Liraglutide 3.0 mg for weight management: weight-loss dependent and independent effects
Objective: As an adjunct to a reduced-calorie diet and increased physical activity, treatment with liraglutide 3.0 mg for weight management provides a statistically significant and clinically meaningful weight loss of 5.7%–8.0% compared to 1.6%–2.6% with placebo. The objective of this post hoc analysis was to quantify the relative contribution of weight loss to the treatment effects of liraglutide 3.0 mg on key efficacy endpoints.
Methods: The analysis utilized data from 4725 participants across three randomized, placebo-controlled, double-blind trials that evaluated the efficacy and safety of liraglutide 3.0 mg versus placebo, as an adjunct to a reduced-calorie diet and increased physical activity (ClinicalTrials.gov identifiers: NCT01272219, NCT01272232 and NCT01557166). The duration of two of the trials was 56 weeks; one trial was of 32 weeks’ duration. A mediation analysis was performed, which ranked the relative contribution of weight loss to the treatment effects of liraglutide 3.0 mg on key cardiometabolic efficacy endpoints, Apnea–Hypopnea Index (AHI) and health-related quality of life (QoL). A limitation of this type of analysis is that it cannot conclusively prove a causal relationship.

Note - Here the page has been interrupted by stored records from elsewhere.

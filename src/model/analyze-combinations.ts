// The model's combinations, analysed by the combine and check modules on the member in SI: each
// case solved once, the envelopes over every combination and pattern, the check groups' table;
// this file only converts to SI, hands over, and re-expresses the results in the model's units.
import type { BeamInput } from "../beam/index.js";
import { checkLoadCombinations, memberSection, selfWeight, type CombinationCheckGroups, type GoverningCheck, type LoadCombinationChecks } from "../check/index.js";
import { envelopes, solveCases, type CaseSolutions, type DiagramEnvelope, type EnvelopeBound, type Envelopes, type LoadArrangement, type ReactionRange } from "../combine/index.js";
import { FlexuraError, isFlexuraError, type FlexuraIssue, type IssuePath } from "../errors/index.js";
import type { ModelScale } from "./analysis.js";
import { deflectionLimitInSI } from "./checks.js";
import type { ModelCombinationCheck, ModelCombinationCheckRow, ModelCombinationResults, ModelEnvelope, ModelEnvelopeBound, ModelReactionRange } from "./combination-types.js";
import { diagramInModelUnits } from "./diagrams.js";
import type { Model, ModelDeflectionLimit } from "./model.js";
import type { SectionInSI } from "./model-section.js";
import { resolveCombinations, selectCombinations, type ResolvedCombinations } from "./resolve-combinations.js";

const fmt = (x: number): string => String(Number(x.toPrecision(6)));

/** Runs `fn`, moving the paths of its typed errors with `move`. */
function movingPaths<T>(fn: () => T, move: (path: IssuePath) => IssuePath): T {
  try {
    return fn();
  } catch (e) {
    if (!isFlexuraError(e)) throw e;
    throw new FlexuraError(e.issues.map((i) => ({ ...i, path: move(i.path) })));
  }
}

function bound(b: EnvelopeBound, arrangements: readonly LoadArrangement[], lengthScale: number, valueScale: number, unit: string): ModelEnvelopeBound {
  return {
    diagram: diagramInModelUnits(b.curve, lengthScale, valueScale, unit),
    governing: b.governing.map((k) => arrangements[k]?.name ?? ""),
    peak: { value: b.peak.value / valueScale, at: b.peak.at / lengthScale, combination: b.peak.name },
  };
}

function envelopeOf(e: DiagramEnvelope | undefined, arrangements: readonly LoadArrangement[], lengthScale: number, valueScale: number, unit: string): ModelEnvelope {
  const d = e as DiagramEnvelope; // every diagram is asked for
  return { upper: bound(d.upper, arrangements, lengthScale, valueScale, unit), lower: bound(d.lower, arrangements, lengthScale, valueScale, unit) };
}

function range(r: ReactionRange, scale: number): ModelReactionRange {
  return { max: { value: r.max.value / scale, combination: r.max.name }, min: { value: r.min.value / scale, combination: r.min.name } };
}

function checkInModelUnits(g: GoverningCheck, model: Model, scale: ModelScale, solved: CaseSolutions): ModelCombinationCheck {
  const c = g.check;
  const deflection = c.check === "deflection";
  const s = deflection ? solved.spans[c.at.span ?? 0] : undefined;
  const u = model.units;
  const description =
    s === undefined ? c.label : `deflection of ${s.kind} ${(c.at.span ?? 0) + 1} (${fmt(s.from / scale.length)} to ${fmt(s.to / scale.length)} ${u.length})${/limit \d+$/.test(c.label) ? `, ${c.label.slice(c.label.lastIndexOf("limit"))}` : ""}`;
  const k = deflection ? scale.deflection : scale.stress;
  return { kind: c.check, description, demand: c.demand / k, capacity: c.capacity / k, unit: deflection ? u.deflection : u.stress, utilisation: c.utilisation, pass: c.pass, at: c.at.x / scale.length, pattern: g.pattern };
}

/** The check groups in SI, as the check module takes them. */
function groupsInSI(model: Model, resolved: ResolvedCombinations, scale: ModelScale): CombinationCheckGroups {
  const g = model.checkGroups ?? {};
  const ignore: FlexuraIssue[] = []; // resolved: the selections were checked
  return {
    stress: (g.stress ?? []).map((s) => ({
      name: s.name,
      combinations: selectCombinations(resolved.combinations, s.combinations, [], ignore) ?? [],
      limits: { ...(s.bendingStress === undefined ? {} : { bendingStress: s.bendingStress * scale.stress }), ...(s.shearStress === undefined ? {} : { shearStress: s.shearStress * scale.stress }) },
    })),
    deflection: (g.deflection ?? []).map((d) => {
      const list: readonly ModelDeflectionLimit[] = Array.isArray(d.limit) ? (d.limit as readonly ModelDeflectionLimit[]) : [d.limit as ModelDeflectionLimit];
      const limits = list.map((l) => deflectionLimitInSI(l, scale));
      const limit = limits.length === 1 ? (limits[0] as (typeof limits)[number]) : limits;
      return d.factors !== undefined
        ? { name: d.name, factors: d.factors, limit }
        : { name: d.name, combinations: selectCombinations(resolved.combinations, d.combinations ?? [], [], ignore) ?? [], limit };
    }),
  };
}

/**
 * The member in SI with the model's self-weight added (one uniform load per member, area times
 * unit weight, in the self-weight case), when it has one and a section.
 *
 * @throws FlexuraError `result-not-finite` at `selfWeight` when the weight per length overflows.
 */
export function withSelfWeight(model: Model, scale: ModelScale, section: SectionInSI | undefined, beam: BeamInput): BeamInput {
  const sw = model.selfWeight;
  if (sw === undefined || section === undefined) return beam;
  const own = movingPaths(() => selfWeight(beam.length, section.properties.area, sw.unitWeight * (scale.force / scale.length ** 3), { case: sw.case }), () => ["selfWeight"]);
  return { ...beam, loads: [...(beam.loads ?? []), ...own.loads] };
}

/**
 * The model's combinations analysed, in its units (`beam` from {@link withSelfWeight}); undefined when the model has no cases.
 *
 * @throws FlexuraError the codes of resolveCombinations, solveCases, envelopes and checkLoadCombinations, with paths into the model.
 */
export function combinationResults(model: Model, scale: ModelScale, section: SectionInSI | undefined, beam: BeamInput): ModelCombinationResults | undefined {
  const found: FlexuraIssue[] = [];
  const resolved = resolveCombinations(model, found);
  if (found.length > 0) throw new FlexuraError(found);
  if (resolved === undefined) return undefined;
  const modelLoads = model.loads.length;
  const solved = movingPaths(
    () => solveCases(beam, resolved.cases, model.settlementCase === undefined ? undefined : { settlementCase: model.settlementCase }),
    (p) => (p[0] === "beam" && p[1] === "loads" && typeof p[2] === "number" ? (p[2] < modelLoads ? p.slice(1) : ["selfWeight"]) : p[0] === "beam" ? p.slice(1) : p[0] === "options" ? ["settlementCase"] : p),
  );
  const pattern = model.patterns?.cap === undefined ? {} : { pattern: { cap: model.patterns.cap } };
  let env: Envelopes | undefined;
  if (resolved.combinations.length > 0) env = movingPaths(() => envelopes(solved, resolved.combinations, pattern), (p) => (p[0] === "options" ? ["patterns", ...p.slice(2)] : p[0] === "combinations" ? ["combinations"] : p));
  const groups = groupsInSI(model, resolved, scale);
  let table: LoadCombinationChecks | undefined;
  if ((groups.stress?.length ?? 0) + (groups.deflection?.length ?? 0) > 0) {
    const sections = section === undefined ? undefined : memberSection(section.geometry, section.referenceModulus === undefined ? undefined : { referenceModulus: section.referenceModulus });
    table = movingPaths(
      () => checkLoadCombinations(solved, sections, groups, pattern),
      (p) => (p[0] === "checks" ? ["checkGroups", ...p.slice(1)] : p[0] === "sections" ? ["section"] : p[0] === "options" ? ["patterns", ...p.slice(2)] : p),
    );
  }
  const rows = (table?.rows ?? []).map((r): ModelCombinationCheckRow => {
    const checks = r.checks.map((g) => checkInModelUnits(g, model, scale, solved));
    return { group: r.group, groupKind: r.groupKind, combination: r.combination, ...(r.clause === undefined ? {} : { clause: r.clause }), checks, governing: r.checks.indexOf(r.governing), utilisation: r.utilisation, pass: r.pass };
  });
  const u = model.units;
  const a = env?.arrangements ?? [];
  return {
    cases: resolved.cases,
    combinations: resolved.combinations,
    notes: resolved.notes,
    arrangements: a.length,
    ...(env === undefined
      ? {}
      : {
          envelopes: {
            shear: envelopeOf(env.shear, a, scale.length, scale.force, u.force),
            moment: envelopeOf(env.moment, a, scale.length, scale.moment, u.moment),
            slope: envelopeOf(env.slope, a, scale.length, scale.rotation, u.rotation),
            deflection: envelopeOf(env.deflection, a, scale.length, scale.deflection, u.deflection),
          },
          reactions: env.reactions.map((r) => ({ support: r.support, at: r.at / scale.length, force: range(r.force, scale.force), moment: range(r.moment, scale.moment) })),
        }),
    checks: rows,
    ...(table === undefined ? {} : { governing: table.rows.indexOf(table.governing), pass: table.pass }),
  };
}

Results: In individuals without type 2 diabetes mellitus (T2DM), endpoints predominantly driven by liraglutide-induced weight loss included waist circumference, diastolic blood pressure, triglycerides, high density lipoprotein cholesterol, AHI, and Impact of Weight on Quality of Life–Lite total and physical function scores. Endpoints predominantly independent of weight loss included the glycemic endpoints hemoglobin A1c and fasting plasma glucose in individuals with and without T2DM. Regardless of the degree of dependence on weight loss according to the mediation analysis, greater weight loss was associated with greater improvement in all endpoints.
Conclusion: Treatment with liraglutide 3.0 mg contributes to improved cardiometabolic parameters, AHI and health-related QoL through both weight-loss dependent and weight-loss independent mechanisms.